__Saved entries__

▽

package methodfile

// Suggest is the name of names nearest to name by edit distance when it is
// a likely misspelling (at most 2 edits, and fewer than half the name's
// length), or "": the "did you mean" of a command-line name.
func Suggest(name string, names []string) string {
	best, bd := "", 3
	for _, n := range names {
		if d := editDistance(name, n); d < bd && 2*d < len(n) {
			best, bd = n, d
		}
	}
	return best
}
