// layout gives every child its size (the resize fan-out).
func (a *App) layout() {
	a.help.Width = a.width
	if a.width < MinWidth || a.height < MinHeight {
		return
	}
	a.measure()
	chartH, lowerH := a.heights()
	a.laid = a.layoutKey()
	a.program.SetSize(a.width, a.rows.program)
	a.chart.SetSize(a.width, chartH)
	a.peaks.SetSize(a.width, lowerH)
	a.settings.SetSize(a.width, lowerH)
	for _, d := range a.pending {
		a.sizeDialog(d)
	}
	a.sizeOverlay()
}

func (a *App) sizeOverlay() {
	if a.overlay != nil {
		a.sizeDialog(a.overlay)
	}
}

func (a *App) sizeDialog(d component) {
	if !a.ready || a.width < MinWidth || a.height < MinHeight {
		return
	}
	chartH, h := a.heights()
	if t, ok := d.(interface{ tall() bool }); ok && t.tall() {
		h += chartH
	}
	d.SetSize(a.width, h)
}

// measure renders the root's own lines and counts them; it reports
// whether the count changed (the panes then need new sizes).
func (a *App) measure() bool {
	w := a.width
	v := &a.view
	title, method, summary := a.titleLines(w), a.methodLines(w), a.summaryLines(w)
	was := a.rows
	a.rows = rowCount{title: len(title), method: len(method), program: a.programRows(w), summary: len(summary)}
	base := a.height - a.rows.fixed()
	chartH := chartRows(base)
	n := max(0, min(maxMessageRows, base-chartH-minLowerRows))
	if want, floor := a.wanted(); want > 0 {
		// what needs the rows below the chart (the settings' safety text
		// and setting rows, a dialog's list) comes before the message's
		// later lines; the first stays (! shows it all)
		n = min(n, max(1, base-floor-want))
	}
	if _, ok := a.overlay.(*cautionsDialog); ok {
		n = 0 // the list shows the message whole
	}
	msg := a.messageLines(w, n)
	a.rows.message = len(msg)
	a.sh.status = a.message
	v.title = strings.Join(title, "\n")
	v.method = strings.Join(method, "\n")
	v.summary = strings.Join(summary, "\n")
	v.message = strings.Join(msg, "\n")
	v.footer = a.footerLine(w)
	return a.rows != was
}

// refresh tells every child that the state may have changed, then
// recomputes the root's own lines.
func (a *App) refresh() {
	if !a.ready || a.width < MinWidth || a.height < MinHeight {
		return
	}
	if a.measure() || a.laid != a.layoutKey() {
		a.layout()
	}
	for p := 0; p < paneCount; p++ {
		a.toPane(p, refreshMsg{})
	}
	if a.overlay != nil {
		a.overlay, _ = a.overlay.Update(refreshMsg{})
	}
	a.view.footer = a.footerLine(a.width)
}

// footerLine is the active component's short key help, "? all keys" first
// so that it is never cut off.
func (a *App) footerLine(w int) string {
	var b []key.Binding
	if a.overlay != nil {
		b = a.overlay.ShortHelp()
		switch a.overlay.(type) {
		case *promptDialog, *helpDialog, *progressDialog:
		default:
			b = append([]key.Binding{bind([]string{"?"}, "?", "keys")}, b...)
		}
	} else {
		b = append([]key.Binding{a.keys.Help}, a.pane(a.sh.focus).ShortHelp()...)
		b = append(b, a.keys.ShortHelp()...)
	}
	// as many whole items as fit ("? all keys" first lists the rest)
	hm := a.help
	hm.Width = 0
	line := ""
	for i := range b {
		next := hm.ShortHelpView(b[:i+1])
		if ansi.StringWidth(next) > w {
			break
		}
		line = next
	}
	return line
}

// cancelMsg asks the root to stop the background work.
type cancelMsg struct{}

△
▽

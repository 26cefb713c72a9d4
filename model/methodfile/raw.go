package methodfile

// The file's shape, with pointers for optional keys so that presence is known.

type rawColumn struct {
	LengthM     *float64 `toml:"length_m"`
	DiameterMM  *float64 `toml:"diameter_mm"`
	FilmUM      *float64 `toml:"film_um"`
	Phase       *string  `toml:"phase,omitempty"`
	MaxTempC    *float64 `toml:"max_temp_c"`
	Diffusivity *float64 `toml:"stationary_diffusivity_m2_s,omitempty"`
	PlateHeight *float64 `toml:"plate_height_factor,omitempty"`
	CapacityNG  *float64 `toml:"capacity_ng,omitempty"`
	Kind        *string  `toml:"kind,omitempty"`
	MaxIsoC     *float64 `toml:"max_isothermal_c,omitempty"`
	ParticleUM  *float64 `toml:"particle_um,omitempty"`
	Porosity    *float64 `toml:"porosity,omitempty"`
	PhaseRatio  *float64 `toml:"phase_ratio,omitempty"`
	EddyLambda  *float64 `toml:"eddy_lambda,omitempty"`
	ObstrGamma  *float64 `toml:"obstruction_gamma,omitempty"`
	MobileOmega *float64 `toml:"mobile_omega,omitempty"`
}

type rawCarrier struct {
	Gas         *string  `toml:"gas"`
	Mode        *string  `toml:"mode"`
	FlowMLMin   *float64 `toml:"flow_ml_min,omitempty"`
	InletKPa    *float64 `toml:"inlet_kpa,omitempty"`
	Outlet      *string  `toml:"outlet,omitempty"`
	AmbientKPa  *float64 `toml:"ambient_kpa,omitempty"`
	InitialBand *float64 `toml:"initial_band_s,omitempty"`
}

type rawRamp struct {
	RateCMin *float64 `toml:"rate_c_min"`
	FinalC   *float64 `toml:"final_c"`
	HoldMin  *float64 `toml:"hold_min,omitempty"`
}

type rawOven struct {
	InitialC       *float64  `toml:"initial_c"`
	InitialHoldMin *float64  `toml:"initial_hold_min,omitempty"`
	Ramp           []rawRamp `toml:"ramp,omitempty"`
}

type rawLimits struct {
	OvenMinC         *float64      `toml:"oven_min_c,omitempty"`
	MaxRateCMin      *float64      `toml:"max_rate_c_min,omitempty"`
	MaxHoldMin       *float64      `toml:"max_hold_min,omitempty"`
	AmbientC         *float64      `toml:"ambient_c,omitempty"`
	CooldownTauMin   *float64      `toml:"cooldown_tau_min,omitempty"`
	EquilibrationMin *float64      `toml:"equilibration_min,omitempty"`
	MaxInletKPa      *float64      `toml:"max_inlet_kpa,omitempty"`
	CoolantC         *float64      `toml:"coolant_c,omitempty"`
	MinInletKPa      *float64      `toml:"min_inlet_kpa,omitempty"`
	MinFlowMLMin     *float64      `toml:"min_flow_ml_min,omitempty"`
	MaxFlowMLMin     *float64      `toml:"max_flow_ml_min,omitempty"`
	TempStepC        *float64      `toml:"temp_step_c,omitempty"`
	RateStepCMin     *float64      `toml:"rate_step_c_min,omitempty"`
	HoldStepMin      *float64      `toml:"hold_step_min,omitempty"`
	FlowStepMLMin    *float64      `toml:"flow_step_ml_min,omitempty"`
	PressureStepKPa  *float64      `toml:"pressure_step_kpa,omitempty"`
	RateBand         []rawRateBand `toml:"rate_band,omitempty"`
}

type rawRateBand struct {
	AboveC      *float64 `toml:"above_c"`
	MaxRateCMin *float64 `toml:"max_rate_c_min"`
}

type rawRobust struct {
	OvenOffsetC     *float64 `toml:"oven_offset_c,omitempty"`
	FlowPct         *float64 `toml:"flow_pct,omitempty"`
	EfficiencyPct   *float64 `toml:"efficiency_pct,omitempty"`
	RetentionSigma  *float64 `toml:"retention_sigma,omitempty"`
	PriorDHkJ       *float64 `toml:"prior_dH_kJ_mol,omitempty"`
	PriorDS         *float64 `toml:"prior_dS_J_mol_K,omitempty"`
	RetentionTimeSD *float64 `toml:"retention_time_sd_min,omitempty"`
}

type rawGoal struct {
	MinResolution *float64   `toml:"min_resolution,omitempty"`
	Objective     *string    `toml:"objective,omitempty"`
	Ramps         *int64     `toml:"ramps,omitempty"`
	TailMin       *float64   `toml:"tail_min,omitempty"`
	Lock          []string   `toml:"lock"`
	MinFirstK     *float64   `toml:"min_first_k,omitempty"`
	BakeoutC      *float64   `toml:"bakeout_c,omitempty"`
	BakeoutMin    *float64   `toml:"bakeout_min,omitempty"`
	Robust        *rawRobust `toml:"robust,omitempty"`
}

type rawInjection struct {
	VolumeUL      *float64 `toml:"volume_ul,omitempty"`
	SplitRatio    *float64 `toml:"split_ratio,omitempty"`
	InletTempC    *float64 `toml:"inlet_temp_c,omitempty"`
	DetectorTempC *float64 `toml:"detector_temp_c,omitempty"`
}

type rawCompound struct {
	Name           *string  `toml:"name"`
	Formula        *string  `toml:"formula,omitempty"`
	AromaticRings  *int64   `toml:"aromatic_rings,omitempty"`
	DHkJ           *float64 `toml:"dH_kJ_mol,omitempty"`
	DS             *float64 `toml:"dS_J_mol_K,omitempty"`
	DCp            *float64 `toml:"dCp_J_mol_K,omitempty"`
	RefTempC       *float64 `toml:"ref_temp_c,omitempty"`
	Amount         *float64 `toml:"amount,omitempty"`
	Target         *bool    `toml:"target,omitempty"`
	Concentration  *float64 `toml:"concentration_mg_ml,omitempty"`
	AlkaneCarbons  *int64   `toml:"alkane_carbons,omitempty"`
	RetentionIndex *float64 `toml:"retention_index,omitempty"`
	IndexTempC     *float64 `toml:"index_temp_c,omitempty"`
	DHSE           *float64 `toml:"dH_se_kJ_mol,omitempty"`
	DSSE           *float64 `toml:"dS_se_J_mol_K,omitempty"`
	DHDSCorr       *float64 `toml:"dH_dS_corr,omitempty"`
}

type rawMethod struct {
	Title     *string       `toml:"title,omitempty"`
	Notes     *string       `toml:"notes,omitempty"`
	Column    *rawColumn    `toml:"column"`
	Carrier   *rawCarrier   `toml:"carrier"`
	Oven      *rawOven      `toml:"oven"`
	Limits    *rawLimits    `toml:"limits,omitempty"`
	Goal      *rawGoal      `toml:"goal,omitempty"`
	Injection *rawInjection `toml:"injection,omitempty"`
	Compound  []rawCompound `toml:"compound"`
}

△

__AIM OF THE TASK__
Find the lines in the records that contain the word "whole", then copy every one of them.

__ANSWER AREA__
		n = 0 // the list shows the message whole
	// as many whole items as fit ("? all keys" first lists the rest)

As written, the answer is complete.